Two conclusions follow: (1) that the true answer to any question of the form ‘can I do so-and-so?’ must be ‘I don't know’. This is obvious in certain cases. Obviously I cannot know whether I can succeed in threading a needle. But even where we usually assume that we can effect certain changes, such as the movement of a hand or a foot, we can never know that we can, since we may have become paralysed since we last tried. And (2) whatever we are setting ourselves to do, we never know that we are doing what we are setting ourselves to do. The mental activity may be of exactly the same kind whether we do or do not by performing it bring about the bodily change intended.

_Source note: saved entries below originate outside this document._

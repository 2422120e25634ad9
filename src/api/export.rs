//! `GET /v1/models/{id}/pmml`: a stored model as a PMML 4.4 document.
//!
//! The document is built by `model::pmml` from the model and the schema the service runs
//! under (its missing rules and bounds are part of how the service scores). A model that has
//! no PMML form here (kNN, naive Bayes) or that the current config no longer describes is
//! refused with 409 and the reason.

use std::sync::Arc;

use axum::extract::rejection::PathRejection;
use axum::extract::{Path, State};
use axum::http::{header, StatusCode};
use axum::response::{IntoResponse, Response};

use super::blocking;
use super::problem::Problem;
use super::ApiState;
use crate::model::pmml::{to_pmml, PmmlError};

/// The content type of an exported model.
pub(super) const PMML_CONTENT_TYPE: &str = "application/xml";

pub(super) async fn pmml(
    State(service): State<Arc<ApiState>>,
    id: Result<Path<String>, PathRejection>,
) -> Result<Response, Problem> {
    let Path(id) =
        id.map_err(|_| Problem::invalid_field("id", "must be UTF-8 text once percent-decoded"))?;
    let store = Arc::clone(&service.store);
    let lookup = id.clone();
    let model = blocking(move || store.model(&lookup))
        .await?
        .ok_or_else(|| Problem::not_found(format!("no model with id `{}`", shown(&id))))?;
    let schema = Arc::clone(&service.schema);
    let document = tokio::task::spawn_blocking(move || to_pmml(&model, &schema))
        .await
        .map_err(Problem::internal)?
        .map_err(refusal)?;
    Ok(([(header::CONTENT_TYPE, PMML_CONTENT_TYPE)], document).into_response())
}

fn refusal(error: PmmlError) -> Problem {
    match error {
        PmmlError::Unreadable(_) => Problem::internal(error),
        PmmlError::Unsupported { .. }
        | PmmlError::Incompatible(_)
        | PmmlError::NotFinite { .. }
        | PmmlError::NameClash(_) => Problem::new(
            StatusCode::CONFLICT,
            "not-exportable",
            "Model cannot be exported",
            error.to_string(),
        ),
    }
}

/// An id from the path as an error shows it: cut, so the caller cannot make the answer huge.
fn shown(id: &str) -> String {
    const MAX: usize = 80;
    if id.chars().count() <= MAX {
        id.to_owned()
    } else {
        format!("{}…", id.chars().take(MAX).collect::<String>())
    }
}
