impl ClassGaussians {
    fn fit(rows: &[&[f64]], p: usize, smoothing: f64) -> Self {
        let (means, variances) = column_moments(rows, p);
        ClassGaussians {
            rows: rows.len() as u64,
            means,
            variances: variances.into_iter().map(|v| v + smoothing).collect(),
        }
    }

    fn is_finite(&self) -> bool {
        self.means
            .iter()
            .chain(&self.variances)
            .all(|v| v.is_finite())
    }

    /// ln P(class) + Σ ln N(z_j; mean_j, variance_j), finite for any `z` (see
    /// [`SQUARED_DEVIATION_CAP`]).
    fn log_joint(&self, z: &[f64], total_rows: u64) -> f64 {
        let prior = (self.rows as f64 / total_rows as f64).ln();
        let likelihood: f64 = self
            .means
            .iter()
            .zip(&self.variances)
            .zip(z)
            .map(|((mean, variance), value)| {
                let deviation = ((value - mean).powi(2) / variance).min(SQUARED_DEVIATION_CAP);
                -0.5 * ((2.0 * std::f64::consts::PI * variance).ln() + deviation)
            })
            .sum();
        prior + likelihood
    }
}

/// Per-column mean and population variance (two passes) of a set of rows.
fn column_moments(rows: &[&[f64]], p: usize) -> (Vec<f64>, Vec<f64>) {
    let count = rows.len() as f64;
    let means: Vec<f64> = (0..p)
        .map(|j| rows.iter().map(|row| row[j]).sum::<f64>() / count)
        .collect();
    let variances = (0..p)
        .map(|j| {
            rows.iter()
                .map(|row| (row[j] - means[j]).powi(2))
                .sum::<f64>()
                / count
        })
        .collect();
    (means, variances)
}

/// Gaussian naive Bayes: class priors from the class shares, and per class and feature a normal
/// density with the class mean and population variance, smoothed as scikit-learn's `GaussianNB`
/// does by default ([`VAR_SMOOTHING`] × the largest column variance, added to every variance;
/// at least the smallest normal `f64` so no variance is zero). The posterior is normalized in
/// log space, so it stays finite where the densities themselves underflow.
#[derive(Debug, Clone, PartialEq, Serialize, Deserialize)]
pub struct NaiveBayesModel {
    features: usize,
    negative: ClassGaussians,
    positive: ClassGaussians,
}
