//! What ops watch between runs: the shadowing candidate's progress and drift.

use std::sync::Arc;

use axum::extract::State;
use axum::response::{IntoResponse, Response};
use axum::Json;
use serde_json::json;

use super::blocking;
use super::problem::Problem;
use super::ApiState;
use crate::metrics::Report;
use crate::schema::LabelKind;
use crate::time::to_rfc3339;

/// The shadowing candidate, its shadowed outcomes so far and the live metrics on them;
/// `{"candidate": null}` when no candidate is shadowing.
pub(super) async fn candidate(State(service): State<Arc<ApiState>>) -> Result<Response, Problem> {
    let store = Arc::clone(&service.store);
    let (state, outcomes, model) = blocking(move || {
        let Some(state) = store.shadow_state()? else {
            return Ok((None, vec![], None));
        };
        let outcomes = store.shadowed_outcomes(&state.candidate_id)?;
        let model = store.model(&state.candidate_id)?;
        Ok((Some(state), outcomes, model))
    })
    .await?;
    let Some(state) = state else {
        return Ok(Json(json!({ "candidate": null })).into_response());
    };
    let shadow = &service.config.shadow;
    let binary = service.config.label.kind == LabelKind::Binary;
    let labels: Vec<f64> = outcomes.iter().map(|o| o.label).collect();
    let live = (outcomes.len() >= 2).then(|| {
        let cand: Vec<f64> = outcomes.iter().map(|o| o.candidate).collect();
        let act: Vec<f64> = outcomes.iter().map(|o| o.active).collect();
        json!({
            "candidate": Report::for_labels(binary, &cand, &labels),
            "active": Report::for_labels(binary, &act, &labels),
        })
    });
    let share = state.share.as_ref().map(|terms| {
        let route = service
            .registry
            .share()
            .filter(|r| r.candidate_id == state.candidate_id);
        let arm = |answered_by_candidate: bool, arm: crate::registry::Arm| {
            let rows: Vec<_> = outcomes
                .iter()
                .filter(|o| o.candidate_answered == answered_by_candidate)
                .collect();
            let labels: Vec<f64> = rows.iter().map(|o| o.label).collect();
            let outputs: Vec<f64> = rows
                .iter()
                .map(|o| {
                    if answered_by_candidate {
                        o.candidate
                    } else {
                        o.active
                    }
                })
                .collect();
            let counts = route.as_ref().map(|r| r.counts(arm)).unwrap_or_default();
            json!({
                "outcomes": rows.len(),
                "answers": counts.answers,
                "errors": counts.errors,
                "live": (rows.len() >= 2).then(|| Report::for_labels(binary, &outputs, &labels)),
            })
        };
        json!({
            "fraction": terms.fraction,
            "sticky_by": terms.sticky_by,
            "needed_per_arm": service.config.share.outcomes_per_arm,
            "stopped": route.as_ref().is_some_and(|r| r.stopped()),
            "candidate": arm(true, crate::registry::Arm::Candidate),
            "active": arm(false, crate::registry::Arm::Active),
        })
    });
    let expires_at = shadow
        .max_age
        .map(|age| to_rfc3339(state.since + age.as_millis() as i64));
    Ok(Json(json!({
        "candidate": {
            "id": state.candidate_id,
            "against": state.active_id,
            "run_id": state.run_id,
            "entry_seq": state.entry_seq,
            "since": to_rfc3339(state.since),
            "expires_at": expires_at,
            "setting": model.as_ref().map(|m| m.setting),
            "holdout": model.as_ref().and_then(|m| m.holdout.clone()),
        },
        "outcomes": outcomes.len(),
        "needed": shadow.outcomes,
        "live": live,
        "share": share,
    }))
    .into_response())
}

/// Drift of recent requests against the active model, and outcome coverage by score age.
pub(super) async fn drift(State(service): State<Arc<ApiState>>) -> Result<Response, Problem> {
    let model = service
        .registry
        .active()
        .ok_or_else(Problem::no_active_model)?;
    let inner = Arc::clone(&service);
    let (report, coverage) = blocking(move || {
        let report = crate::monitor::drift_report(
            inner.store.as_ref(),
            &inner.schema,
            &inner.config,
            &model,
        )?;
        let coverage = crate::monitor::coverage(inner.store.as_ref(), &inner.config)?;
        // Fresh for the caller, and kept for the next metrics scrape.
        let report = report.map(|r| inner.drift_cache.keep(r, crate::time::now_ms()));
        Ok((report, coverage))
    })
    .await?;
    Ok(Json(json!({
        "drift": report.as_deref(),
        "coverage": coverage,
    }))
    .into_response())
}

‘As regards an obligation, the moral is obvious. It is simply that, contrary to the implication of ordinary language and of moral rules in particular, an obligation must be an obligation, not to do something, but to perform an activity of a totally different kind, that of setting or exerting ourselves to do something, i.e. to bring something about.’6

The question now arises whether the substitution of ‘setting ourselves to bring about some result’ for ‘bringing about some result’ makes it easier to decide between the objective and the subjective view. Professor Prichard points out that in one respect it does. ‘For once it has become common ground that the kind of activity which an obligation is an obligation to perform is one which may bring about nothing at all, viz. setting ourselves to bring about something, we are less inclined to think that, for there to be an obligation to perform some particular activity, it must have a certain indirect effect. To this extent the modification diminishes the force of the objective view without in any way impairing that of its rival’.7 But the main difficulty of the subjective view remains, that it represents ‘the obligation to do some action as depending not on the fact that the action would have a certain character, if we were to do it, but on our thinking it likely that it would’.8

This difficulty Professor Prichard removes in the following way:

‘We are apt’, he says, ‘to think of an obligation to do some action as if it were, like its goodness or badness, a sort of quality or character of the action.… And this tendency is fostered by our habit of using the terms “right” and “wrong” as equivalents for “ought” and “ought not”. For when we express our thought that we ought, or ought not, to do some action by saying that the act would be right, or wrong, our language inevitably implies that the obligation or disobligation is a certain character which the act would have if we were to do it.… And when we think this, we inevitably go on to think that the obligation or disobligation must depend on some character which the act would have. But, as we recognize when we reflect, there are no such characteristics of an action as ought-to-be-doneness and ought-not-to-be-doneness. This is obvious; for, since the existence of an obligation to do some action cannot possibly depend on actual performance of the action, the obligation cannot itself be a property which the action would have, if it were done. What does exist is the fact that you, or that I, ought, or ought not, to do a certain action, or rather to set ourselves to do a certain action. And when we make an assertion containing the term “ought” or “ought not”, that to which we are attributing a certain character is not a certain activity but a certain man. If our being bound to set ourselves to do some action were a character which the activity would have, its existence would, no doubt, have to depend on the fact that the activity would have a certain character, and it could not depend on our thinking that it would. Yet since, in fact, it is a character of ourselves, there is nothing to prevent its existence depending on our having certain thoughts about the situation and, therefore, about the nature of the activity in respect of the effects. Indeed, for this reason, its existence must depend upon some fact about ourselves. And while the truth could not be expressed by saying: “My setting myself to do so-and-so would be right, because I think that it would have a certain effect”—a statement which would be as vicious in principle as the statement: “Doing so-and-so would be right because I think it would be right”—there is nothing to prevent its being expressible in the form: “I ought to set myself to do so-and-so, because I think that it would have a certain effect.”9

This last part of Professor Prichard's theory, while both true and important, is not necessary for the saving of the subjective view. For even if we think that there is a character of rightness that attaches to an activity, it will, on the subjective view as now restated, be a character which belongs to the activity not because of the activity's being thought to have a certain character but because of its actually being of a certain character, the character of being the setting oneself to bring about a certain effect. This character it actually has, and there is in principle no reason why it should not be the ground of a further character of rightness. Thus, even apart from Professor Prichard's last contention, the subjective view is safe from the objections which seemed fatal to it.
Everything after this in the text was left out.